Then he brought one to his side, whose flesh he had inclosed in her place. Then Jehovah God built the substance of the other, which he took for the man, even a woman: and he brought her to the man.'

Before we proceed, we entreat the reader to pause, and reflect on what is involved in this assertion of Mr. Bellamy's,-nothing less arrogant, in fact, than, that all who have translated the passage before, whether Jews or Christians, have completely mistaken a plain historical passage, and that he is the first person who has discovered its true sense. Nor is this all. The fact of woman having been formed from the side of man has been universally received as matter of belief by Jewish rabbis and by Christian fathers, by all, in short, who have admitted the divine authority of the book of Genesis. But it must have been entirely on the declaration of this passage that such a belief was ever formed. The universality, therefore, of the belief affords the fullest proof of the universal agreement which has prevailed respecting its sense.

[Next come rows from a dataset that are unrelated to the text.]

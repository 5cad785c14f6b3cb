"""The manual's chart on the page: cells as typed around the work area, whatever form the manual has."""

from __future__ import annotations

import math
import re
from dataclasses import replace
from pathlib import Path

import numpy as np
import pytest

from briefkit.aircraft.chart import ReadingRule
from briefkit.aircraft.load import load_aircraft
from briefkit.aircraft.model import Aircraft
from briefkit.aircraft.operation import Operation
from briefkit.brief import pictures
from briefkit.brief.chart_grid import ChartGrid, cell_text, chart_grid
from briefkit.brief.front import power_off
from briefkit.brief.pictures import row_on_chart
from briefkit.envelope.reductions import reductions
from briefkit.figures.chart import ChartFigure


def with_chart(examples: Path, folder: Path, body: str, name: str = "pelquill-2t") -> Aircraft:
    """A demo type with another [vne.power_on]."""
    text = (examples / "aircraft" / f"{name}.toml").read_text(encoding="utf-8")
    start = text.index("[vne.power_on]")
    end = text.index("\n[vne.power_off]")
    path = folder / f"{name}.toml"
    path.write_text(f'{text[:start]}[vne.power_on]\nsource = "2-4"\n{body}\n{text[end:]}', encoding="utf-8")
    return load_aircraft(path)


def grid(aircraft: Aircraft, operation: Operation, area: str = "vellmark") -> ChartGrid:
    entry = operation.entry_for(aircraft)
    assert entry is not None
    return chart_grid(aircraft, entry, operation.work_areas[area])


def test_the_2t_prints_the_cells_around_its_area(two_t: Aircraft, operation: Operation) -> None:
    found = grid(two_t, operation)
    assert found.header == ("Hp ft (29.92 set)", "0 °C", "+20 °C", "+40 °C")
    assert found.rows == (("6,000", "96", "88", "80*"), ("8,000", "87", "79", "70*"))
    assert found.notes == ("* warmer or higher than permitted: for reading between only.",)


def test_the_3f_prints_masses_with_its_first_one_or_less(examples: Path, operation: Operation) -> None:
    found = grid(load_aircraft(examples / "aircraft" / "ormbrae-3f.toml"), operation, "corrant")
    assert found.header == ("Hp m (1013.25 set)", "1,700\u00a0kg or less", "2,000\u00a0kg", "2,380\u00a0kg")
    assert found.rows[:2] == (("2,000", "264", "241", "213"), ("3,000", "236", "213", "185"))
    assert found.rows[2:] == (("4,000", "208", "185", "157"),)


def test_with_its_load_the_3f_prints_the_loads_figure(examples: Path, operation: Operation) -> None:
    found = grid(load_aircraft(examples / "aircraft" / "ormbrae-3f.toml", "external load"), operation, "corrant")
    assert {cell for row in found.rows for cell in row[1:]} == {"150"}
    assert "Never above 150 km/h IAS (load supplement p. 3 rev 1)." in found.notes


def test_a_lowered_chart_says_so(two_t: Aircraft, examples: Path, operation: Operation, tmp_path: Path) -> None:
    text = (examples / "aircraft" / "pelquill-2t.toml").read_text(encoding="utf-8")
    text += '\n[[configuration]]\nname = "doors off"\nsource = "supplement p. 2"\nvne = "less 15 kt"\n'
    (tmp_path / "pelquill-2t.toml").write_text(text, encoding="utf-8")
    found = grid(load_aircraft(tmp_path / "pelquill-2t.toml", "doors off"), operation)
    assert found.rows[1] == ("8,000", "72", "64", "55*")
    assert "Every entry is the basic chart’s less 15 KIAS (supplement p. 2)." in found.notes


def test_a_figure_with_slopes_stands_as_typed(examples: Path, operation: Operation, tmp_path: Path) -> None:
    aircraft = with_chart(examples, tmp_path, 'base = "112 kt"\nless = "3 kt per 1,000 ft above 3,000 ft"')
    found = grid(aircraft, operation)
    assert found.rows == (("base", "112 kt"), ("less", "3 kt per 1,000 ft above 3,000 ft"))


def test_what_is_read_off_a_line_is_rounded_down_and_marked(
    examples: Path, operation: Operation, tmp_path: Path
) -> None:
    body = 'reading = "interpolate"\nreading_error = "1 kt"\nlines = \'\'\'\nft   kt indicated\n'
    body += "-20 degC: 0 112, 7,000 100, 10,000 86\n+40 degC: 0 108, 6,000 79, 10,000 61\n'''"
    found = grid(with_chart(examples, tmp_path, body), operation)
    # at 6,000 ft the cold line is 112 - 12 x 6/7 = 101.7; at 7,000 the hot one 79 - 18/4 = 74.5
    assert found.rows[0] == ("6,000", "101†", "79*")
    assert found.rows[1] == ("7,000", "100", "74*")
    assert "† read off the manual’s lines or slopes, rounded down." in found.notes


def test_a_blank_cell_prints_as_a_dash(examples: Path, operation: Operation, tmp_path: Path) -> None:
    body = "chart = '''\nft \\ degC   0   +40   kt indicated\n0   112   108\n6,000   96   80\n10,000   77   -\n'''"
    found = grid(with_chart(examples, tmp_path, body), operation)
    assert found.rows[-1] == ("10,000", "77", "–*")


def test_density_altitude_rows_enclose_the_areas_density_altitudes(
    examples: Path, operation: Operation, tmp_path: Path
) -> None:
    body = "chart = '''\nDA ft   kt indicated\n0 or less   112\n4,000   110\n8,000   90\n12,000   70\n'''"
    aircraft = with_chart(examples, tmp_path, body)
    found = grid(aircraft, operation)
    # 6,000 ft at +10 C is a density altitude of about 6,800 ft, 8,000 ft at +30 C about 11,500 ft
    assert [row[0] for row in found.rows] == ["4,000", "8,000", "12,000"]
    assert found.header[0] == "Density altitude, ft"
    low = grid(aircraft, operation, "harl")
    assert low.rows[0][0] == "0 or less"
    assert len({row[0] for row in low.rows}) == len(low.rows)


def test_a_third_variable_prints_the_lowest_and_says_so(examples: Path, operation: Operation, tmp_path: Path) -> None:
    body = "chart = '''\n" + "".join(
        f"at {mass} lb or less\nft \\ degC   0   +40   kt indicated\n0   112   108\n10,000   {top}   61\n"
        for mass, top in (("1,700", "80"), ("2,006", "70"))
    )
    found = grid(with_chart(examples, tmp_path, body + "'''"), operation)
    assert found.rows[-1] == ("10,000", "70", "61*")
    assert any(note == "Lowest over every mass of the chart." for note in found.notes)


def test_a_chart_that_says_nothing_of_height_has_one_row(examples: Path, operation: Operation, tmp_path: Path) -> None:
    body = "chart = '''\nlb   kt indicated\n≤1,700   112\n2,006   100\n'''"
    found = grid(with_chart(examples, tmp_path, body), operation)
    assert found.rows == (("all", "112", "100"),)


def test_the_power_off_vne_in_the_manuals_form(two_t: Aircraft, examples: Path) -> None:
    assert power_off(two_t) == "85 KIAS, or the above if less"
    assert power_off(load_aircraft(examples / "aircraft" / "kvillarn-4h.toml")) == "VNE power on less 8 kt"


def test_a_capped_cell_prints_the_cap(two_t: Aircraft) -> None:
    capped = replace(two_t.vne, cap=80.0 * 1852.0 / 3600.0)
    assert cell_text(capped, (0, 0, 0, 0), "kt") == ("80", False)
    assert cell_text(capped, (5, 3, 0, 0), "kt") == ("61", False)


@pytest.mark.slow
@pytest.mark.parametrize(("name", "area"), [("ormbrae-3f", "corrant"), ("kvillarn-4h", "vellmark")])
def test_the_picture_of_a_row_on_the_chart(examples: Path, operation: Operation, name: str, area: str) -> None:
    aircraft = load_aircraft(examples / "aircraft" / f"{name}.toml")
    entry = operation.entry_for(aircraft)
    assert entry is not None
    table = reductions(aircraft, entry, operation.work_areas[area])
    html = row_on_chart(aircraft, table.rows[0])
    assert f"Pressure altitude, {aircraft.units.height}" in html
    assert "nan" not in re.sub(r"<[^>]*>", " ", html)


def test_no_line_of_a_picture_lies_above_the_chart_s_cap_or_its_rule(
    two_t: Aircraft, operation: Operation, monkeypatch: pytest.MonkeyPatch
) -> None:
    """At 7,000 ft and +20 degC the lower of 88 and 79 holds; a supplement's 80 KIAS is never passed."""
    drawn = []
    monkeypatch.setattr(pictures, "ChartFigure", lambda *a, **k: drawn.append(ChartFigure(*a, **k)) or drawn[-1])
    entry = operation.entry_for(two_t)
    assert entry is not None
    row = reductions(two_t, replace(entry, masses=entry.masses[-1:]), operation.work_areas["vellmark"]).rows[0]
    for changes, vne in (({"reading": ReadingRule.NEXT_LOWER}, 79.0), ({"cap": 80.0 * 1852.0 / 3600.0}, 80.0)):
        row_on_chart(replace(two_t, vne=replace(two_t.vne, **changes)), row)
        line = drawn[-1].figure.marks[2]
        assert np.interp(7000.0, line.x, line.y) == pytest.approx(vne, abs=0.51)
        assert np.interp(7000.0, line.x, line.y) <= vne + 1e-9


def test_a_picture_against_density_altitude_marks_the_point_there(
    examples: Path, operation: Operation, tmp_path: Path
) -> None:
    rows = "DA ft   kt indicated\n-3,000   112\n3,000   112\n8,000   86\n13,000   60\n"
    body = f"reading = \"interpolate\"\nchart = '''\n{rows}'''"
    aircraft = with_chart(examples, tmp_path, body)
    entry = operation.entry_for(aircraft)
    assert entry is not None
    table = reductions(aircraft, replace(entry, masses=entry.masses[-1:]), operation.work_areas["vellmark"])
    row = table.rows[0]
    assert row.answer is not None
    html = row_on_chart(aircraft, row)
    assert "Density altitude, ft" in html
    assert math.isfinite(row.answer.chart_point.vne)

In order, however, to shew more fully that all who have had the best advantages for interpretation have agreed as to the meaning of this passage, we think it worth while to produce the rendering of it from the oldest versions. The Septuagint has Ἔλαβε μίαν τῶν πλευρῶν ἀυτὲ καὶ ἀνεπλήρωσε σάρκα ἀντ ̓ ἀυτῆς, καὶ ἠκοδόμησεν πλευρὰν ἣν ἔλαβεν ἀπὸ τῆ Αδὰμ εἰς γυναῖκα. The Targum of Onkelos gives it, literally, according to the Latin words which follow.*. Et tulit unam de costis ejus, et replevit carne locum ejus et ædificavit costam quam tulerat de Adam in mulierem.'t The Hebræo-Samaritan, Cepit unam de costis posuitque carnem pro eâ ædificavit autem costam quam sumpsit ex Adamo, in mulierem. The Syriac-Sumpsit unam e costis ejus, et applicavit carnem loco ejus, et condidit costam quam sumpserat ex Adamo in mulierem. The Arabic-Extraxit unam costarum ejus, et obturavit locum ejus carne, et fabricavit costam quam acceperat (here ex Adamo is omitted) in mulierem. The Latin Vulgate

* We here quote from Walton's Polyglott bible.

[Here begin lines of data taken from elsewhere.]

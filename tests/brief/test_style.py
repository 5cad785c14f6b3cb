"""The page's colours, from the style sheet itself: contrast in both schemes, under a red lamp, in grey, to every eye.

WCAG 2.2: relative luminance and contrast ratio as defined there; 1.4.3 asks 4.5 : 1 of text, 1.4.11 asks 3 : 1 of what
is needed to understand a drawing. 14 CFR 27.1545 gives red, yellow and green their meanings.
"""

from __future__ import annotations

import colorsys
import re
from itertools import combinations
from xml.etree import ElementTree

import numpy as np
import pytest

from briefkit.brief.templates import template_folder
from briefkit.figures import theme
from briefkit.figures.disc import DiscFigure, levels_for
from briefkit.figures.parts import Drawing
from briefkit.figures.svg import svg

HANDOUT = (template_folder() / "handout.css").read_text(encoding="utf-8")
SCHEMES = ("light", "dark")
TEXT = ("ink", "grey", "computed")


def variables(scheme: str) -> dict[str, str]:
    """The colour variables as a browser would find them in the page's style sheet."""
    blocks = re.findall(r":root\{(--[^}]*)\}", theme.stylesheet())
    assert len(blocks) == 2
    return dict(re.findall(r"--(\w+):(#[0-9a-f]{6});", blocks[SCHEMES.index(scheme)]))


def linear(colour: str) -> np.ndarray:
    """IEC 61966-2-1: red, green, blue as shares of light."""
    part = np.array([int(colour[at : at + 2], 16) for at in (1, 3, 5)]) / 255.0
    return np.where(part <= 0.04045, part / 12.92, ((part + 0.055) / 1.055) ** 2.4)


def luminance(colour: str) -> float:
    return float(linear(colour) @ [0.2126, 0.7152, 0.0722])


def ratio(one: float, other: float) -> float:
    high, low = max(one, other), min(one, other)
    return (high + 0.05) / (low + 0.05)


def lightness(light: float) -> float:
    """CIE 1976 L*: even steps to the eye."""
    return 116.0 * np.cbrt(light) - 16.0 if light > 0.008856 else 903.3 * light


def test_the_ruler_itself():
    """Black on white is 21 : 1; #767676 on white is the darkest grey said to pass at 4.54 : 1 (WCAG's own example)."""
    assert ratio(luminance("#000000"), luminance("#ffffff")) == pytest.approx(21.0)
    assert ratio(luminance("#767676"), luminance("#ffffff")) == pytest.approx(4.54, abs=0.005)


@pytest.mark.parametrize("scheme", SCHEMES)
@pytest.mark.parametrize("role", TEXT)
def test_text_stands_out_from_its_paper(scheme, role):
    colours = variables(scheme)
    assert ratio(luminance(colours[role]), luminance(colours["paper"])) >= 4.5
    # text also stands on the band of a drawing
    assert ratio(luminance(colours[role]), luminance(colours["band"])) >= 4.5


@pytest.mark.parametrize("scheme", SCHEMES)
@pytest.mark.parametrize("role", TEXT)
def test_text_can_be_read_by_a_red_lamp(scheme, role):
    """Only red light comes back from the paper: 7 : 1 (WCAG 1.4.6's ratio) by the red part alone."""
    colours = variables(scheme)
    assert ratio(linear(colours[role])[0], linear(colours["paper"])[0]) >= 7.0


def test_numbers_on_the_stepped_map_can_be_read_by_a_red_lamp():
    """Each lies whole on a plate, 7 : 1 by red light alone and in grey; neither changes with the scheme or the step.

    Printed or dark, the map is the paper: its ink and plate carry no class that a style sheet could restate.
    """
    radii, azimuths = np.linspace(0.12, 1.0, 12), np.linspace(0.0, 2.0 * np.pi, 24, endpoint=False)
    figure = DiscFigure(blades=4, rotation=-1, root_cutout=0.12, unit="kt")
    figure.update(radii, azimuths, 400.0 * (radii[:, None] + 0.3 * np.sin(azimuths)), levels_for(0.0, 520.0))
    drawn = list(ElementTree.fromstring(svg(Drawing(figure.figure, "Disc", "Speeds"))).iter())
    plates = [
        (part.get("fill"), np.array(re.findall(r"(-?[\d.]+),(-?[\d.]+)", part.get("d", "")), dtype=float))
        for part in drawn
        if part.tag.endswith("path") and part.get("fill") == theme.MAP_PAPER and part.get("stroke") is None
    ]
    numbers = [part for part in drawn if part.tag.endswith("text") and (part.text or "").isdigit()]
    assert len(numbers) >= 6
    for text in numbers:
        x, y = map(float, re.findall(r"-?[\d.]+", text.get("transform", "")))
        wide, high = 0.25 * 1.1 * 11.0 * len(text.text or ""), 0.36 * 11.0  # digits are 0.55 em wide, 0.72 em tall
        under = [
            fill for fill, corners in plates
            if np.all(corners.min(0) <= [x - wide, y - high]) and np.all(corners.max(0) >= [x + wide, y + high])
        ]  # fmt: skip
        assert len(under) == 1, text.text
        ink, plate = linear(text.get("fill", "")), linear(under[0] or "")
        assert ratio(ink[0], plate[0]) >= 7.0
        assert ratio(luminance(text.get("fill", "")), luminance(under[0] or "")) >= 7.0
        assert text.get("class") is None


@pytest.mark.parametrize("scheme", SCHEMES)
def test_guard_g40_the_inks_differ_in_grey_and_to_every_eye(scheme):
    """Manual, computed, context and rules keep steps of lightness apart, whatever becomes of the hue.

    Viénot, Brettel and Mollon 1999, matrices for protanopia and deuteranopia in linear RGB (from memory).
    """
    sights = {
        "full": np.eye(3),
        "protan": np.array([[0.11238, 0.88762, 0.0], [0.11238, 0.88762, 0.0], [0.00401, -0.00401, 1.0]]),
        "deutan": np.array([[0.29275, 0.70725, 0.0], [0.29275, 0.70725, 0.0], [-0.02234, 0.02234, 1.0]]),
    }
    colours = variables(scheme)
    classes = ("ink", "computed", "grey", "rule", "paper")
    for name, sight in sights.items():
        steps = {
            role: lightness(float(np.clip(sight @ linear(colours[role]), 0, 1) @ [0.2126, 0.7152, 0.0722]))
            for role in classes
        }
        for one, other in combinations(classes, 2):
            assert abs(steps[one] - steps[other]) >= 8.0, (name, one, other)


def test_guard_g38_no_colour_of_the_page_is_a_certified_mark_s():
    """Every colour is a grey or a blue: hue 200 to 230 degrees, or so little of it that none is seen."""
    found = set(re.findall(r"#[0-9a-fA-F]{6}\b", theme.stylesheet() + HANDOUT))
    found |= {f"#{r:02x}{g:02x}{b:02x}" for count in range(1, 25) for r, g, b in theme.map_steps(count)}
    assert len(found) > 12
    for colour in found:
        hue, _, _ = colorsys.rgb_to_hls(*(int(colour[at : at + 2], 16) / 255 for at in (1, 3, 5)))
        chroma = max(int(colour[at : at + 2], 16) for at in (1, 3, 5)) - min(
            int(colour[at : at + 2], 16) for at in (1, 3, 5)
        )
        assert chroma <= 24 or 200 <= 360 * hue <= 230, colour


def test_the_page_s_own_style_sheet_names_no_colour_but_the_variables():
    assert not re.search(r"#[0-9a-fA-F]{3,8}\b|rgba?\(|hsla?\(", HANDOUT)
    used = set(re.findall(r"(?<![-\w])color: ([^;]+);", HANDOUT))
    assert used == {"var(--ink)", "var(--grey)", "var(--computed)", "inherit"}
    assert set(re.findall(r"var\(--(\w+)\)", HANDOUT)) <= set(variables("light"))


def test_paper_is_always_printed_light():
    """The dark scheme is for screens only: a printed page would drown in toner."""
    dark = theme.stylesheet().split("@media")[1]
    assert dark.startswith(" screen and (prefers-color-scheme:dark)")
    assert "prefers-color-scheme" not in HANDOUT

It is worthy of remark that Mr. Bellamy, whenever it suits his purpose, considers the authority of Onkelus, conclusive for the meaning of Hebrew words. In a note on Genesis iii. 22. after referring to passages in the Targums of Onkelos and Jonathan, he says, as these two writers are allowed to have been the most eminently learned men among the Jews, and who lived when the Hebrew language was a national language; it is full authority to determine the meaning of the word,' &c. Why then does he ever depart from their authority by rendering passages differently from them? If what he says of their authority is true in one passage, it is true in all.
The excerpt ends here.